Personal details
- Born: 1954 Gastonia, North Carolina, U.S.
- Died: April 13, 2022 (aged 67–68) Yardley, Pennsylvania, U.S.
- Occupation: Superintendent, Maryland State Department of Education (2012-2015), Secretary, Delaware Department of Education (2009-2012)

= Lillian M. Lowery =

American politician (1954–2022)

Lillian M. Lowery (1954 – April 13, 2022) was an American government official and educator who served as Superintendent of the Maryland State Department of Education in the Cabinet of Governors Martin O'Malley and Larry Hogan from July 2012 to September, 2015.

Lowery was born in Gastonia, North Carolina. Her educational background includes a B.A. in English from North Carolina Central University, an M.A. in curriculum and instruction from the University of North Carolina at Charlotte, and an Ed.D. in education and policy studies from Virginia Tech.

Following completion of her master's degree in 1978, Lowery became a middle school English teacher in the Gaston County Schools in Gastonia, North Carolina, before moving on to a similar position in the Alexandria City Public Schools in Alexandria, Virginia, in 1984 where she served until 1988. From 1988 to 2002, she served in several positions within the Fairfax County Public Schools based in Fairfax, Virginia, including high school English teacher, assistant principal, minority student achievement monitor, and principal. In 2002, she became an Area Administrator for the Fort Wayne Community Schools in Fort Wayne, Indiana, serving in that post until 2004, when she returned to the Fairfax County Public Schools in order to serve as an Assistant Superintendent until 2006. From 2006 until her appointment as Secretary of the Delaware Department of Education in the Cabinet of Governor Jack Markell in 2009, she served as Superintendent of the Christina School District in Newark, Delaware.
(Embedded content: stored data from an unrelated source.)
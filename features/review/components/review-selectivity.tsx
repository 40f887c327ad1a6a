'use client';

import { SelectivityList } from '@/components/site-diagram/selectivity-list';
import { useSiteTree } from '@/components/site-diagram/site-tree-query';
import { nearLimitBySelectivityOnly } from '@/components/site-diagram/tree-model';
import { errorMessage } from '@/lib/api/client';

import { useInBrowser } from '@/lib/use-in-browser';

/**
 * A board fed from another board: the judgements of selectivity between its sub-main's device and
 * its own devices (advisory), as the site view and the editor's Supply panel state them, so that
 * the inspector sees why the site marks the board near the limit when every way passes. Read
 * from the site's tree in the browser (the server sizes the tree on every read; the page itself
 * stays as light as it was).
 */
export function ReviewSelectivity({ siteId, boardId }: { siteId: string; boardId: string }) {
  const inBrowser = useInBrowser();
  const tree = useSiteTree(siteId, { enabled: inBrowser });
  if (tree.isError) {
    return (
      <p className="text-xs text-ink-soft">
        The selectivity below the sub-main could not be read: {errorMessage(tree.error)}
      </p>
    );
  }
  if (!inBrowser || tree.isPending) {
    return <p className="text-xs text-ink-soft">Reading the selectivity below the sub-main…</p>;
  }
  const board = tree.data.boards.find((b) => b.boardId === boardId);
  if (!board?.selectivity.length) return null;
  return (
    <div data-testid="review-selectivity">
      {nearLimitBySelectivityOnly(board) ? (
        <p className="text-xs text-ink">
          The site marks this board near the limit through this selectivity alone (advisory); every way passes.
        </p>
      ) : null}
      <SelectivityList groups={board.selectivity} className="mt-1 text-xs text-ink-soft" />
    </div>
  );
}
Lowery served as Delaware Secretary of Education from 2009 until her appointment as Superintendent of the Maryland State Department of Education in 2012.
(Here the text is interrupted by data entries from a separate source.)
import type { FieldChange, RevisionDiff, WayMention } from '@/lib/boards/revision-diff';
import { isEmptyDiff } from '@/lib/boards/revision-diff';

const wayName = (w: WayMention, ref = w.ref) => `${ref ? `Way ${ref}` : w.device}: ${w.serves}`;

function Fields({ fields }: { fields: FieldChange[] }) {
  return (
    <ul className="mt-1 space-y-0.5 text-xs text-ink-soft">
      {fields.map((f) => (
        <li key={f.field}>
          {f.label}: <del className="text-verdict-fail">{f.before}</del> →{' '}
          <ins className="text-verdict-pass no-underline">{f.after}</ins>
        </li>
      ))}
    </ul>
  );
}

function Section({ title, count, children }: { title: string; count: number; children: React.ReactNode }) {
  if (!count) return null;
  return (
    <section className="space-y-1">
      <h4 className="text-sm font-semibold text-ink">
        {title} <span className="font-normal text-ink-soft">({count})</span>
      </h4>
      <ul className="space-y-1 text-sm">{children}</ul>
    </section>
  );
}

/** What changed between two states of a board, in words. */
export function RevisionDiffView({ diff }: { diff: RevisionDiff }) {
  if (isEmptyDiff(diff)) return <p className="text-sm text-ink-soft">No changes between these two.</p>;
  return (
    <div className="space-y-3">
      <Section title="Board settings changed" count={diff.settings.length}>
        <li>
          <Fields fields={diff.settings} />
        </li>
      </Section>
      <Section title="Ways added" count={diff.added.length}>
        {diff.added.map((w) => (
          <li key={w.id}>
            {wayName(w)} <span className="text-ink-soft">({w.device})</span>
          </li>
        ))}
      </Section>
      <Section title="Ways removed" count={diff.removed.length}>
        {diff.removed.map((w) => (
          <li key={w.id}>
            {wayName(w)} <span className="text-ink-soft">({w.device})</span>
          </li>
        ))}
      </Section>
      <Section title="Ways moved" count={diff.moved.length}>
        {diff.moved.map((w) => (
          <li key={w.id}>
            {w.serves}: {w.fromRef ? `way ${w.fromRef}` : w.from} → {w.ref ? `way ${w.ref}` : w.to}
          </li>
        ))}
      </Section>
      <Section title="Renumbered by other changes (labels to redo)" count={diff.renumbered.length}>
        {diff.renumbered.map((w) => (
          <li key={w.id}>
            {w.serves}: way {w.fromRef ?? '—'} → way {w.ref ?? '—'}
          </li>
        ))}
      </Section>
      <Section title="Ways changed" count={diff.changed.length}>
        {diff.changed.map((w) => (
          <li key={w.id}>
            {wayName(w)}
            <Fields fields={w.fields} />
          </li>
        ))}
      </Section>
    </div>
  );
}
In September, 2015, Lowery resigned as Superintendent of the Maryland State Department of Education in order to become the first President and chief executive officer of FutureReady Columbus, a Columbus, Ohio–based non-profit organization specializing in early childhood education. In March, 2017, she was appointed vice president for PreK-12 Policy, Research, and Practice at The Education Trust, a Washington, D.C.–based national nonprofit organization working to identify and close opportunity and achievement gaps in K-12 education. In September, 2018, she became Vice President of Student and Teacher Assessments at the Princeton, New Jersey–based Educational Testing Service.

Lowery retired from Educational Testing Service in January 2022. and died three months later on April 13, 2022.